# Coldwater Plant



## milkyboy (Dec 16, 2005)

The other day I got this new plant for my small coldwater tank. I'd get a photo but I dont know where the camera connection cable is. The plant has large green roots and round leaves. It has just grown these off shoots that grow extremely quickly(1cm per hour). At the top of the stalk is a round leaf and the leaf has a red rim. Any ideas?


----------



## BryceM (Nov 6, 2005)

Gotta post a picture. Even then ID can sometimes be difficult. 1cm an hour?? Not too many things grow that quickly.


----------



## omega (Apr 1, 2004)

Large green roots and round leaves sound like the banana plant, Nymphoides aquatica.

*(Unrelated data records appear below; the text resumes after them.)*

"""Observing sites: the typical conditions of a place, and how they fill calculators' params.

A site states what every request would otherwise repeat: the seeing, the sky's brightness, the night's
temperature and humidity. :func:`fill_params` gives each calculator that has a param of the matching
name the site's value, unless the request states that param itself (explicit params win). The match
is by param name, so a third-party calculator with a param called ``seeing_fwhm_arcsec`` or
``ambient_temperature_c`` is filled too.
"""

from __future__ import annotations

from collections.abc import Mapping
from typing import Any

from pydantic import BaseModel, Field

from calculators.schemas import Name, Strict

#: Site field -> the calculator param names that mean the same quantity.
PARAM_NAMES: dict[str, tuple[str, ...]] = {
    "latitude_deg": ("latitude_deg",),
    "elevation_m": ("elevation_m",),
    "seeing_fwhm_arcsec": ("seeing_fwhm_arcsec",),
    "sky_brightness_mag_arcsec2": ("sky_brightness_mag_arcsec2",),
    "night_temperature_c": ("ambient_temperature_c", "ambient_c", "night_temperature_c"),
    "relative_humidity_percent": ("relative_humidity_percent",),
}


class Site(Strict):
    """Where a rig is used, by its typical night (all but the name optional)."""

    name: Name
    latitude_deg: float | None = Field(default=None, ge=-90, le=90, description="Geographic latitude, north positive.")
    elevation_m: float | None = Field(default=None, ge=-500, le=9000, description="Height above sea level.")
    seeing_fwhm_arcsec: float | None = Field(
        default=None, gt=0, le=20, description="Typical FWHM of a star image through the air."
    )
    sky_brightness_mag_arcsec2: float | None = Field(
        default=None, ge=10, le=25, description="Typical zenith sky brightness (mag/arcsec²; about 18 in a "
        "city, 19.5-20 suburban, 21.5-22 at a dark site: common practice).",
    )
    night_temperature_c: float | None = Field(
        default=None, ge=-40, le=50, description="Typical air temperature during an observing night."
    )
    relative_humidity_percent: float | None = Field(
        default=None, gt=0, le=100, description="Typical relative humidity during an observing night."
    )

    def conditions(self) -> dict[str, float]:
        """The stated conditions, by site field."""
        return {f: getattr(self, f) for f in PARAM_NAMES if getattr(self, f) is not None}


class SiteUsed(BaseModel):
    """The site a comparison used, and which params it filled."""

    id: int | None = Field(description="Stored site id, when the site was given by id.")
    name: str
    values: dict[str, float] = Field(
        description="The site's conditions as used (after any overrides), by site field."
    )
    filled: dict[str, dict[str, float]] = Field(
        description="Params the site filled, by calculator; params the request stated are not here."
    )


def fill_params(
    calculators: Mapping[str, Any], params: Mapping[str, Mapping[str, Any]], values: Mapping[str, float]
) -> tuple[dict[str, dict[str, Any]], dict[str, dict[str, float]]]:
    """Params with the site's ``values`` filled in where a calculator has a param of that name and the
    request did not give it; and what was filled, by calculator."""
    out = {name: dict(given) for name, given in params.items()}
    filled: dict[str, dict[str, float]] = {}
    for name, calc in calculators.items():
        fields = calc.Params.model_fields
        given = params.get(name, {})
        for site_field, value in values.items():
            for param in PARAM_NAMES[site_field]:
                if param in fields and param not in given:
                    out.setdefault(name, {})[param] = value
                    filled.setdefault(name, {})[param] = value
    return out, filled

I have never grown it so I don't know how fast it grows. Does your plant look anything like this?


----------



## HeyPK (Jan 23, 2004)

Sounds like the plant in The Little Shop of Horrors film. Try feeding it a little blood and see if it sings.


----------



## Gumby (Aug 1, 2005)

LOL!

Yeah... this ID is going to be close to impossible without a picture. Where did you get the plant in the first place? LFS? Find it in the wild?


----------



## HeyPK (Jan 23, 2004)

It might be one of the Nymphaea species. Does it have a thick tuber?


----------